#### [Action item]
From the first line of the records through the line containing "of every kind", retype every line exactly and nothing else.

(Items listed in a dataset)
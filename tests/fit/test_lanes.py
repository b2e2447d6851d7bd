"""Sixteen voxels at a time: the same fits as one by one in double precision, wherever they lie."""

from __future__ import annotations

import numpy as np
import pytest
from numba import njit

from liverfe.fit import FitOutcome, fit_decays, mono_exponential
from liverfe.fit.lane_functions import exp, rough_log
from liverfe.fit.lane_kernels import LEFT_TO_ENGINE
from liverfe.fit.lanes import WIDTH, load, store
from liverfe.fit.rician import fit_rician_ml
from tests.fit.decays import PROTOCOLS_MS, SIGMA_ONE, TWELVE_MS, decay, magnitudes

N_VOXELS = 2500


def voxels(times: np.ndarray, n: int, seed: int, *, dimmest: float = 8.0) -> np.ndarray:
    """Decays of every kind between none and faster than any echo, SNR up to 450."""
    rng = np.random.default_rng(seed)
    snr = np.exp(rng.uniform(np.log(dimmest), np.log(450), N_VOXELS))
    rate = np.exp(rng.uniform(np.log(3), np.log(3000), N_VOXELS))
    return magnitudes(decay(snr, rate, times), rng, n)


@pytest.mark.parametrize("n", [1, 2, 8, 32, 64])
@pytest.mark.parametrize("protocol", PROTOCOLS_MS)
def test_lanes_and_engine_climb_to_the_same_point(protocol: str, n: int) -> None:
    # The engine is held against SciPy's optimiser (test_engine.py).
    times = PROTOCOLS_MS[protocol]
    signal = voxels(times, n, seed=n)
    lanes = fit_rician_ml(signal, times, SIGMA_ONE, n)
    engine = fit_decays(signal, mono_exponential(times), SIGMA_ONE, n)
    both = (lanes.outcome == FitOutcome.CONVERGED) & (engine.outcome == FitOutcome.CONVERGED)
    assert both.mean() > 0.6
    se = engine.standard_errors[both, 1]
    apart = np.abs(lanes.r2star_per_s[both] - engine.parameters[both, 1]) / se
    assert apart.max() < 1e-3
    assert lanes.r2star_se_per_s[both] == pytest.approx(se, rel=2e-3)
    assert lanes.reduced_chi2[both] == pytest.approx(engine.reduced_chi2[both], rel=3e-3, abs=3e-3)
    # Where only one of them settled, the decay is past anything that this scan shows.
    differ = lanes.outcome != engine.outcome
    assert differ.mean() < 0.002
    assert (engine.standard_errors[differ, 1] > 0.3 * engine.parameters[differ, 1]).all()


@njit
def through_lanes(x: np.ndarray, exponentials: np.ndarray, logarithms: np.ndarray) -> None:
    for place in range(0, len(x), WIDTH):
        store(exponentials, place, exp(load(x, place)))
        store(logarithms, place, rough_log(load(exponentials, place)))


def test_exponential_and_logarithm_are_numpys() -> None:
    x = np.linspace(-29.9, 39.9, 16 * 500, dtype=np.float32)
    exponentials, logarithms = np.empty_like(x), np.empty_like(x)
    through_lanes(x, exponentials, logarithms)
    assert exponentials == pytest.approx(np.exp(x.astype(float)), rel=2.5e-7)
    assert logarithms == pytest.approx(x, abs=1.5e-4)
    # What is as good as nothing is still a normal number, and so is its square.
    through_lanes(np.full(16, -1e9, np.float32), exponentials, logarithms)
    assert exponentials[0] == pytest.approx(np.exp(-30), rel=1e-6)


def test_nearly_all_voxels_are_settled_in_their_lanes(monkeypatch: pytest.MonkeyPatch) -> None:
    # Else the speed is gone: the engine takes a hundred times as long.
    left = []

    def count(signal: np.ndarray, model: object, sigma: object, n: int, **which: np.ndarray):
        left.append(len(which["rows"]))
        return fit_decays(signal, model, sigma, n, **which)  # type: ignore[arg-type]

    monkeypatch.setattr("liverfe.fit.rician.fit_decays", count)
    signal = voxels(TWELVE_MS, 1, seed=3, dimmest=20.0)
    fit_rician_ml(signal, TWELVE_MS, SIGMA_ONE, 1)
    assert sum(left) < 0.01 * N_VOXELS


@pytest.mark.parametrize("size", [1, 2, 15, 16, 17, 33, 500])
def test_a_voxel_comes_out_the_same_to_the_bit_whatever_lies_beside_it(size: int) -> None:
    signal = voxels(TWELVE_MS, 1, seed=7)[:500]
    whole = fit_rician_ml(signal, TWELVE_MS, SIGMA_ONE, 1)
    order = np.random.default_rng(size).permutation(500)
    for start in range(0, 500, size):
        some = order[start : start + size]
        part = fit_rician_ml(signal[some], TWELVE_MS, SIGMA_ONE, 1)
        for name in ("r2star_per_s", "s0", "r2star_se_per_s", "reduced_chi2", "outcome"):
            np.testing.assert_array_equal(getattr(part, name), getattr(whole, name)[some])


def test_memory_order_of_the_images_changes_no_bit() -> None:
    signal = voxels(TWELVE_MS, 1, seed=8)
    by_voxel = fit_rician_ml(signal, TWELVE_MS, SIGMA_ONE, 1)
    by_echo = fit_rician_ml(np.ascontiguousarray(signal.T).T, TWELVE_MS, SIGMA_ONE, 1)
    np.testing.assert_array_equal(by_voxel.r2star_per_s, by_echo.r2star_per_s)
    np.testing.assert_array_equal(by_voxel.outcome, by_echo.outcome)


def test_sigma_of_each_voxel_is_its_own() -> None:
    signal = voxels(TWELVE_MS, 1, seed=9)
    one = fit_rician_ml(signal, TWELVE_MS, SIGMA_ONE, 1)
    factor = 2.0 ** np.random.default_rng(9).integers(-8, 9, N_VOXELS)
    each = fit_rician_ml(signal * factor[:, None].astype(np.float32), TWELVE_MS, factor, 1)
    np.testing.assert_array_equal(one.r2star_per_s, each.r2star_per_s)
    np.testing.assert_array_equal(one.s0 * factor.astype(np.float32), each.s0)


def test_what_single_precision_cannot_resolve_goes_to_the_engine() -> None:
    # SNR 20,000: R2* is known to 2e-6 of itself, float32 images and all.
    rng = np.random.default_rng(10)
    signal = magnitudes(decay(np.full(200, 2e4), 300.0, TWELVE_MS), rng)
    fitted = fit_rician_ml(signal, TWELVE_MS, SIGMA_ONE, 1)
    engine = fit_decays(signal, mono_exponential(TWELVE_MS), SIGMA_ONE, 1)
    np.testing.assert_array_equal(fitted.r2star_per_s, engine.parameters[:, 1].astype(np.float32))


def test_no_row_keeps_a_sign_of_the_way_it_was_fitted() -> None:
    for n in (1, 16):
        outcome = fit_rician_ml(voxels(TWELVE_MS, n, seed=11), TWELVE_MS, SIGMA_ONE, n).outcome
        assert outcome.max() < 6 < LEFT_TO_ENGINE


def test_values_that_are_no_magnitude_are_not_fitted() -> None:
    signal = np.tile(decay(50.0, 100.0, TWELVE_MS), (20, 1)).astype(np.float32)
    signal[3, 4], signal[5, 0], signal[7, 11] = np.nan, -1.0, np.inf
    fitted = fit_rician_ml(signal, TWELVE_MS, SIGMA_ONE, 1)
    bad = np.zeros(20, dtype=bool)
    bad[[3, 5, 7]] = True
    assert (fitted.outcome[bad] == FitOutcome.NOT_FITTED).all()
    assert np.isnan(fitted.r2star_per_s[bad]).all()
    assert np.isnan(fitted.s0[bad]).all()
    assert fitted.r2star_per_s[~bad] == pytest.approx(np.full(17, 100.0), rel=0.01)
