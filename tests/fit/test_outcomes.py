"""What the fit says of voxels that are no decay: an outcome, never a number that looks right."""

from __future__ import annotations

import numpy as np
import pytest

from liverfe.echoes import EchoStack
from liverfe.fit import ESTIMATORS, DecayFit, DecayRows, FitOutcome, fit_r2star
from liverfe.grid import Grid
from liverfe.noise import NoiseLevel
from tests.fit.decays import TWELVE_MS, decay, fit, magnitudes

GOOD = decay(100.0, 80.0, TWELVE_MS)[0]


def says_nothing(rows: DecayRows) -> bool:
    values = (rows.r2star_per_s, rows.s0, rows.r2star_se_per_s, rows.reduced_chi2)
    return all(np.isnan(value).all() for value in values)


@pytest.mark.parametrize("wrong", [np.nan, np.inf, -np.inf, -1.0])
@pytest.mark.parametrize("echo", [0, 5, 11])
def test_a_value_that_is_no_magnitude_is_not_fitted(wrong: float, echo: int) -> None:
    signal = GOOD.copy()
    signal[echo] = wrong
    fitted = fit([signal, GOOD], TWELVE_MS)
    assert fitted.outcome.tolist() == [FitOutcome.NOT_FITTED, FitOutcome.CONVERGED]
    assert np.isnan(fitted.r2star_per_s[0])
    assert fitted.r2star_per_s[1] == pytest.approx(80.0, rel=0.01)


@pytest.mark.parametrize("n", [1, 16])
def test_noise_alone_has_no_signal(n: int) -> None:
    # The stated chance of taking noise for signal: 1e-3 by all echoes, 1e-4 by the first.
    rng = np.random.default_rng(31)
    fitted = fit(magnitudes(np.zeros((20_000, 12)), rng, n), TWELVE_MS, n=n)
    taken = (fitted.outcome != FitOutcome.NO_SIGNAL).mean()
    assert 2e-4 < taken < 2e-3
    assert says_nothing(fit(np.zeros(12), TWELVE_MS, n=n))


def test_a_constant_signal_is_at_the_lower_bound_with_its_own_s0() -> None:
    fitted = fit(np.full(12, 100.0), TWELVE_MS)
    assert fitted.outcome[0] == FitOutcome.AT_LOWER_BOUND
    assert fitted.r2star_per_s[0] == 0.0
    # A constant 100 sigma is sqrt(A² + 1) to first order (Gudbjartsson 1995): A = 99.995.
    assert fitted.s0[0] == pytest.approx(99.995, abs=1e-3)


def test_a_rising_signal_is_at_the_lower_bound() -> None:
    fitted = fit(GOOD[::-1], TWELVE_MS)
    assert fitted.outcome[0] == FitOutcome.AT_LOWER_BOUND
    assert fitted.r2star_per_s[0] == 0.0


def test_a_decay_that_is_gone_at_the_second_echo_is_never_read_as_slow() -> None:
    rng = np.random.default_rng(32)
    amplitude = np.zeros((4000, 12))
    amplitude[:, 0] = 40.0
    fitted = fit(magnitudes(amplitude, rng), TWELVE_MS)
    # 40 sigma at 1.0 ms that were still 3.5 sigma at 1.8 ms would be 3045 /s.
    fast = (fitted.outcome == FitOutcome.AT_UPPER_BOUND) | (fitted.r2star_per_s > 3045)
    assert fast.mean() > 0.995
    assert np.isnan(fitted.r2star_per_s[fitted.outcome == FitOutcome.AT_UPPER_BOUND]).all()
    slow = fitted.r2star_per_s[~fast]
    assert (slow > 2000).all()


def test_one_echo_above_the_noise_is_a_decay_and_no_absence() -> None:
    # 5 sigma in noise has a chance of exp(-12.5), 4e-6 (Rayleigh); the twelve echoes together are
    # quite likely noise (chi-square of 24 degrees: 40.8, one in 60).
    fitted = fit([5.0] + [1.2] * 11, TWELVE_MS)
    assert fitted.outcome[0] not in (FitOutcome.NO_SIGNAL, FitOutcome.NOT_FITTED)
    assert fit([4.0] + [1.2] * 11, TWELVE_MS).outcome[0] == FitOutcome.NO_SIGNAL


def test_slow_decays_are_never_said_to_be_over_the_limit() -> None:
    rng = np.random.default_rng(33)
    for snr in (10.0, 30.0):
        signal = magnitudes(decay(np.full(5000, snr), 60.0, TWELVE_MS), rng)
        assert not (fit(signal, TWELVE_MS).outcome == FitOutcome.AT_UPPER_BOUND).any()


def stack_of(magnitude: np.ndarray, present: np.ndarray | None = None) -> EchoStack:
    grid = Grid(shape=magnitude.shape[:3], affine_mm=np.eye(4))
    return EchoStack(magnitude=magnitude, echo_times_ms=TWELVE_MS, grid=grid, present=present)


def known(sigma: float, sigma_map: np.ndarray | None = None) -> NoiseLevel:
    return NoiseLevel(
        sigma=sigma, n_channels=1, method="given", relative_sd=0.0, sigma_map=sigma_map
    )


@pytest.mark.parametrize("estimator", ESTIMATORS)
def test_every_estimator_keeps_each_voxel_at_its_place(estimator: str) -> None:
    rates = np.arange(1, 25, dtype=float).reshape(2, 3, 4) * 10
    magnitude = 1e4 * np.exp(-1e-3 * rates[..., None] * TWELVE_MS)
    fitted = fit_r2star(stack_of(magnitude), known(1.0), model=estimator)
    assert fitted.estimator == estimator
    assert fitted.r2star_per_s == pytest.approx(rates, rel=2e-3)
    assert fitted.s0 == pytest.approx(np.full(rates.shape, 1e4), rel=2e-3)


@pytest.mark.parametrize("estimator", ESTIMATORS)
def test_a_slice_with_a_missing_image_is_not_fitted(estimator: str) -> None:
    magnitude = np.broadcast_to(GOOD, (3, 3, 2, 12)).copy()
    magnitude[:, :, 1, 4] = np.nan
    present = np.ones((12, 2), dtype=bool)
    present[4, 1] = False
    fitted = fit_r2star(stack_of(magnitude, present), known(1.0), model=estimator)
    assert (fitted.outcome[:, :, 1] == FitOutcome.NOT_FITTED).all()
    assert np.isnan(fitted.r2star_per_s[:, :, 1]).all()
    assert (fitted.outcome[:, :, 0] == FitOutcome.CONVERGED).all()


def test_a_voxel_can_be_fitted_without_an_echo_that_another_needs() -> None:
    magnitude = np.broadcast_to(GOOD, (1, 2, 1, 12)).copy()
    magnitude[0, 1, 0, 4] = np.nan
    usable = np.isfinite(magnitude)
    for model in ("rician-ml", "log-linear"):
        fitted = fit_r2star(stack_of(magnitude), known(0.01), model=model, usable=usable)
        assert fitted.r2star_per_s == pytest.approx(np.full((1, 2, 1), 80.0), rel=1e-3)
        without = fit_r2star(stack_of(magnitude), known(0.01), model=model)
        assert np.isnan(without.r2star_per_s[0]).ravel().tolist() == [False, True]
    with pytest.raises(ValueError, match="usable has shape"):
        fit_r2star(stack_of(magnitude), known(0.01), usable=usable[..., :11])


def test_each_voxel_is_fitted_with_its_own_sigma() -> None:
    # At high SNR the standard error is proportional to sigma (methods sheet 4.1).
    magnitude = np.broadcast_to(100 * GOOD, (2, 2, 1, 12))
    sigma_map = np.array([[1.0, 2.0], [4.0, 8.0]])[..., None]
    fitted = fit_r2star(stack_of(magnitude), known(2.0, sigma_map))
    ratio = fitted.r2star_se_per_s / fitted.r2star_se_per_s[0, 0, 0]
    assert ratio == pytest.approx(sigma_map, rel=1e-3)


def test_the_fit_refuses_one_echo_and_unknown_estimators() -> None:
    one = EchoStack(
        magnitude=np.ones((1, 1, 1, 1)), echo_times_ms=np.array([1.0]),
        grid=Grid(shape=(1, 1, 1), affine_mm=np.eye(4)),
    )  # fmt: skip
    with pytest.raises(ValueError, match="two echoes"):
        fit_r2star(one, known(1.0))
    with pytest.raises(ValueError, match="unknown estimator 'magic'"):
        fit_r2star(stack_of(np.ones((1, 1, 1, 12))), known(1.0), model="magic")


def test_a_fit_is_locked_and_of_one_shape() -> None:
    fitted = fit_r2star(stack_of(np.broadcast_to(GOOD, (2, 2, 1, 12))), known(1.0))
    with pytest.raises(ValueError, match="read-only"):
        fitted.r2star_per_s[0, 0, 0] = 1.0
    with pytest.raises(ValueError, match="s0 has shape"):
        DecayFit(
            estimator="rician-ml", r2star_per_s=fitted.r2star_per_s, s0=fitted.s0[0],
            r2star_se_per_s=fitted.r2star_se_per_s, reduced_chi2=fitted.reduced_chi2,
            outcome=fitted.outcome,
        )  # fmt: skip


@pytest.mark.parametrize("estimator", ESTIMATORS)
def test_a_voxel_of_zeros_is_a_number_for_no_estimator(estimator: str) -> None:
    fitted = fit(np.zeros(12), TWELVE_MS, model=estimator)
    assert not fitted.r2star_per_s[0] > 0
    assert fitted.outcome[0] != FitOutcome.CONVERGED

#### [Exercise result]
filename tests/fit/test_lanes.py
repository b2e2447d6851d7bd
"""Sixteen voxels at a time: the same fits as one by one in double precision, wherever they lie."""

from __future__ import annotations

import numpy as np
import pytest
from numba import njit

from liverfe.fit import FitOutcome, fit_decays, mono_exponential
from liverfe.fit.lane_functions import exp, rough_log
from liverfe.fit.lane_kernels import LEFT_TO_ENGINE
from liverfe.fit.lanes import WIDTH, load, store
from liverfe.fit.rician import fit_rician_ml
from tests.fit.decays import PROTOCOLS_MS, SIGMA_ONE, TWELVE_MS, decay, magnitudes

N_VOXELS = 2500


def voxels(times: np.ndarray, n: int, seed: int, *, dimmest: float = 8.0) -> np.ndarray:
    """Decays of every kind between none and faster than any echo, SNR up to 450."""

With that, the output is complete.